Mais, Ouattara se trouve maintenant face à un dilemme cornélien: réhabiliter son "frère" afin qu'il exerce ses droits politiques ou maintenir sa forclusion et s'attendre au report massif des voix des militants du PPA-CI sur Tidjane Thiam, candidat du PDCI-RDA.

Cependant, dans le meli-melo, la Côte d'Ivoire fait piètre figure. TGV au plan économique, elle reste un wagon politique de la sous-région dont l'aiguille de la montre reste figée à... 2010, année de toutes les rancoeurs et ressentiments jamais effacés.

Or, partout et tout autour du pays, le renouvellement de la classe politique est en marche. Mohamed Buhari (Nigeria) et Mahamadou Issouffou (Niger) sont partis après deux mandats; George Weah (Liberia) a rendu le pouvoir après sa défaite; Macky Sall a renoncé à un troisième mandat au Sénégal; les militaires ont pris le pouvoir au Mali, au Burkina Faso et au Niger...

Quant à la Côte d'Ivoire, elle demeure sous chape de plomb. Sans renouveau, sans révolution politique et sans nouvelle vision.
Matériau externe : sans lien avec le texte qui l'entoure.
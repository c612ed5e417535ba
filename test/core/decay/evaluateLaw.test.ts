import { describe, expect, it } from "vitest";
import { evaluateLaw } from "../../../src/core/decay/evaluateLaw.ts";
import { lawCovariance } from "../../../src/core/decay/lawCovariance.ts";
import {
  type Held,
  type LawProblem,
  lawProblem,
  powerLawDefaults,
} from "../../../src/core/decay/lawProblem.ts";
import { normalMatrix } from "../../../src/core/decay/normalMatrix.ts";
import { inverseOfSymmetric } from "../../../src/core/decay/solveSymmetric.ts";
import { expectClose } from "../../support/expectClose.ts";

const x = [1.2, 1.5, 2.1, 2.8, 3.9, 5.5];
const law = { A: 0.3, x0: 0.4, n: 1.3, ell: 0.5 };
const error = [0.03, 0.02, 0.02, 0.025, 0.03, 0.04];
const scatter = [0.02, -0.01, 0.015, -0.02, 0.01, 0.005];
const q = x.map((place, i) => law.A * ((place - law.x0) / law.ell) ** -law.n * Math.exp(scatter[i]));

const problemOf = (residuals: "log" | "linear") =>
  lawProblem({ x, q, error }, { ...powerLawDefaults, residuals, length: law.ell });

/** The law about the centre of the stations that has given A, x0 and n. */
function centred(problem: LawProblem, A: number, x0: number, n: number) {
  const kappa = 1 / (problem.centre - x0);
  return { c: Math.log(A) + n * Math.log(kappa * law.ell), b: n * kappa, kappa };
}

/** Weighted sum of squares by the formula q = A ((x - x0)/ell)^(-n) itself. */
function sumOf(residuals: "log" | "linear", A: number, x0: number, n: number): number {
  return x.reduce((sum, place, i) => {
    const model = A * ((place - x0) / law.ell) ** -n;
    const r = residuals === "log" ? Math.log(q[i] / model) / error[i] : (q[i] - model) / (error[i] * q[i]);
    return sum + r * r;
  }, 0);
}

const heldAt = (A: number, x0: number, n: number): Held => ({ lnA: Math.log(A), x0, n });

describe.each(["log", "linear"] as const)("a law evaluated with %s residuals", (residuals) => {
  const rounding = { relative: 1e-10, because: "the same sum, in other variables" };

  it("with A, x0 and n held has the sum of squares of its formula", () => {
    for (const [A, x0, n] of [
      [0.3, 0.4, 1.3],
      [0.2, -1, 1.1],
      [0.35, 1.1, 2],
    ]) {
      const problem = problemOf(residuals);
      const sum = evaluateLaw(problem, centred(problem, A, x0, n), heldAt(A, x0, n));
      expectClose(sum, sumOf(residuals, A, x0, n), rounding);
    }
  });

  it("with x0 and n held takes the A of least sum: any other is worse", () => {
    const problem = problemOf(residuals);
    const found = centred(problem, 1, 0.6, 1.2);
    const sum = evaluateLaw(problem, found, { lnA: null, x0: 0.6, n: 1.2 });
    const A = Math.exp(found.c - 1.2 * Math.log(found.kappa * law.ell));
    expectClose(sum, sumOf(residuals, A, 0.6, 1.2), rounding);
    for (const factor of [0.999, 1.001]) expect(sumOf(residuals, factor * A, 0.6, 1.2)).toBeGreaterThan(sum);
  });

  it.each([1e-7, 3e-4, 1e-3, 0.02, 0.15])("is its own series about the exponential, kappa = %d", (kappa) => {
    const problem = problemOf(residuals);
    const at = { c: -1.5, b: 0.7, kappa };
    // A held with n: nothing is solved
    const n = at.b / kappa;
    evaluateLaw(problem, at, { lnA: -1.5 - n * Math.log(kappa * law.ell), x0: 0, n });
    x.forEach((place, i) => {
      const d = place - problem.centre;
      let [g, byKappa] = [0, 0];
      // ln(1 + kappa d)/kappa and its derivative, term by term
      for (let k = 0; k < 60; k++) {
        g += (-1) ** k * kappa ** k * (d ** (k + 1) / (k + 1));
        if (k > 0) byKappa += (-1) ** k * k * kappa ** (k - 1) * (d ** (k + 1) / (k + 1));
      }
      const scale = residuals === "log" ? 1 / error[i] : Math.exp(at.c - at.b * g) / (error[i] * q[i]);
      const close = { relative: 1e-11, because: "four terms up to 1e-3; the closed form's digits beyond" };
      expectClose(problem.g[i], g, close);
      expectClose(problem.byC[i], scale, close);
      expectClose(problem.byB[i], -scale * g, close);
      expectClose(problem.byKappa[i], -scale * at.b * byKappa, close);
    });
  });

  it.each([
    ["all free", { lnA: null, x0: null, n: null }],
    ["n held", { lnA: null, x0: null, n: 1.3 }],
    ["x0 held", { lnA: null, x0: 0.4, n: null }],
    ["A held", { lnA: Math.log(0.3), x0: null, n: null }],
    ["A and n held", { lnA: Math.log(0.3), x0: null, n: 1.3 }],
    ["A and x0 held", { lnA: Math.log(0.3), x0: 0.4, n: null }],
  ] as const)("has the slope of its sum in each free number, %s", (_, held) => {
    const problem = problemOf(residuals);
    const [A, x0, n] = [0.3, 0.4, 1.3];
    const start = centred(problem, A, x0, n);
    // nothing is solved: all three are pinned for the evaluation, and the derivatives are those of the formula
    evaluateLaw(problem, { ...start }, heldAt(A, x0, n));
    normalMatrix(problem, start, held);
    const gradient = Array.from(problem.gradient);
    const moved = (at: number, step: number) => {
      const to = { ...start };
      if (at === 0) to.c += step;
      if (at === 1) to.b += step;
      if (at === 2) to.kappa += step;
      if (held.n !== null) to.b = held.n * to.kappa;
      const exponent = to.b / to.kappa;
      if (held.lnA !== null) to.c = held.lnA + exponent * Math.log(to.kappa * law.ell);
      const level = Math.exp(to.c - exponent * Math.log(to.kappa * law.ell));
      return sumOf(residuals, level, problem.centre - 1 / to.kappa, exponent);
    };
    const free = [held.lnA === null, held.n === null, held.x0 === null];
    free.forEach((isFree, at) => {
      const step = 1e-6;
      // J'r is minus half the slope of the sum
      const slope = (moved(at, step) - moved(at, -step)) / (2 * step);
      expectClose(gradient[at], isFree ? -slope / 2 : 0, {
        relative: 1e-6,
        absolute: 1e-6,
        because: "central differences",
      });
    });
  });
});

describe("the covariance of a law", () => {
  const problem = problemOf("log");
  /** Numeric Jacobian of the weighted law in (ln A, x0, n), as far as free. */
  function numeric(free: readonly number[]): number[] {
    const at = [Math.log(law.A), law.x0, law.n];
    const model = (p: readonly number[], i: number) =>
      (p[0] - p[2] * Math.log((x[i] - p[1]) / law.ell)) / error[i];
    const step = 1e-5;
    const columns = [0, 1, 2].map((k) =>
      x.map((_, i) => {
        const [up, down] = [step, -step].map((h) => at.map((value, j) => (j === k ? value + h : value)));
        return (model(up, i) - model(down, i)) / (2 * step);
      }),
    );
    const normal = [0, 1, 2].flatMap((a) =>
      [0, 1, 2].map((b) => {
        if (!free.includes(a) || !free.includes(b)) return a === b ? 1 : 0;
        return x.reduce((sum, _, i) => sum + columns[a][i] * columns[b][i], 0);
      }),
    );
    const inverse = inverseOfSymmetric(normal) ?? [];
    return inverse.map((value, k) => (free.includes(Math.floor(k / 3)) && free.includes(k % 3) ? value : 0));
  }

  it.each([
    ["all free", { lnA: null, x0: null, n: null }, [0, 1, 2]],
    ["n held", { lnA: null, x0: null, n: law.n }, [0, 1]],
    ["x0 held", { lnA: null, x0: law.x0, n: null }, [0, 2]],
    ["x0 and n held", { lnA: null, x0: law.x0, n: law.n }, [0]],
  ] as const)("is (J'J)⁻¹ in ln A, x0 and n, %s", (_, held, free) => {
    const at = centred(problem, law.A, law.x0, law.n);
    evaluateLaw(problem, { ...at }, heldAt(law.A, law.x0, law.n));
    const found = lawCovariance(problem, at, held) ?? [];
    const expected = numeric(free);
    const scale = Math.max(...expected.map(Math.abs));
    found.forEach((value, k) => {
      expectClose(value, expected[k], {
        relative: 1e-5,
        absolute: 1e-9 * scale,
        because: "central differences",
      });
    });
  });
});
Et le pays, avec nos Joe Biden et Donald Trump locaux, pourrait s'apprêter à vivre le match retour de l'affrontement électoral, qui a opposé, le 28 novembre 2010, Alassane Ouattara (82 ans, trois mandats) à Laurent Gbagbo (79 ans, dix ans au pouvoir et dix ans à La Haye devant la CPI).

Deux grands absents vont manquer à l'appel. D'un côté, Henri Konan Bédié, ex-président du PDCI-RDA et ex-allié de Ouattara, décédé le 1er août 2023 à 89 ans. De l'autre, Paul Yao N'Dré, ancien président du Conseil constitutionnel. Il a réalisé l'exploit mondial d'investir deux présidents de la République en cinq mois: Gbagbo en décembre 2010 et Ouattara en mai 2011. Le pays n'est pas sorti de l'auberge.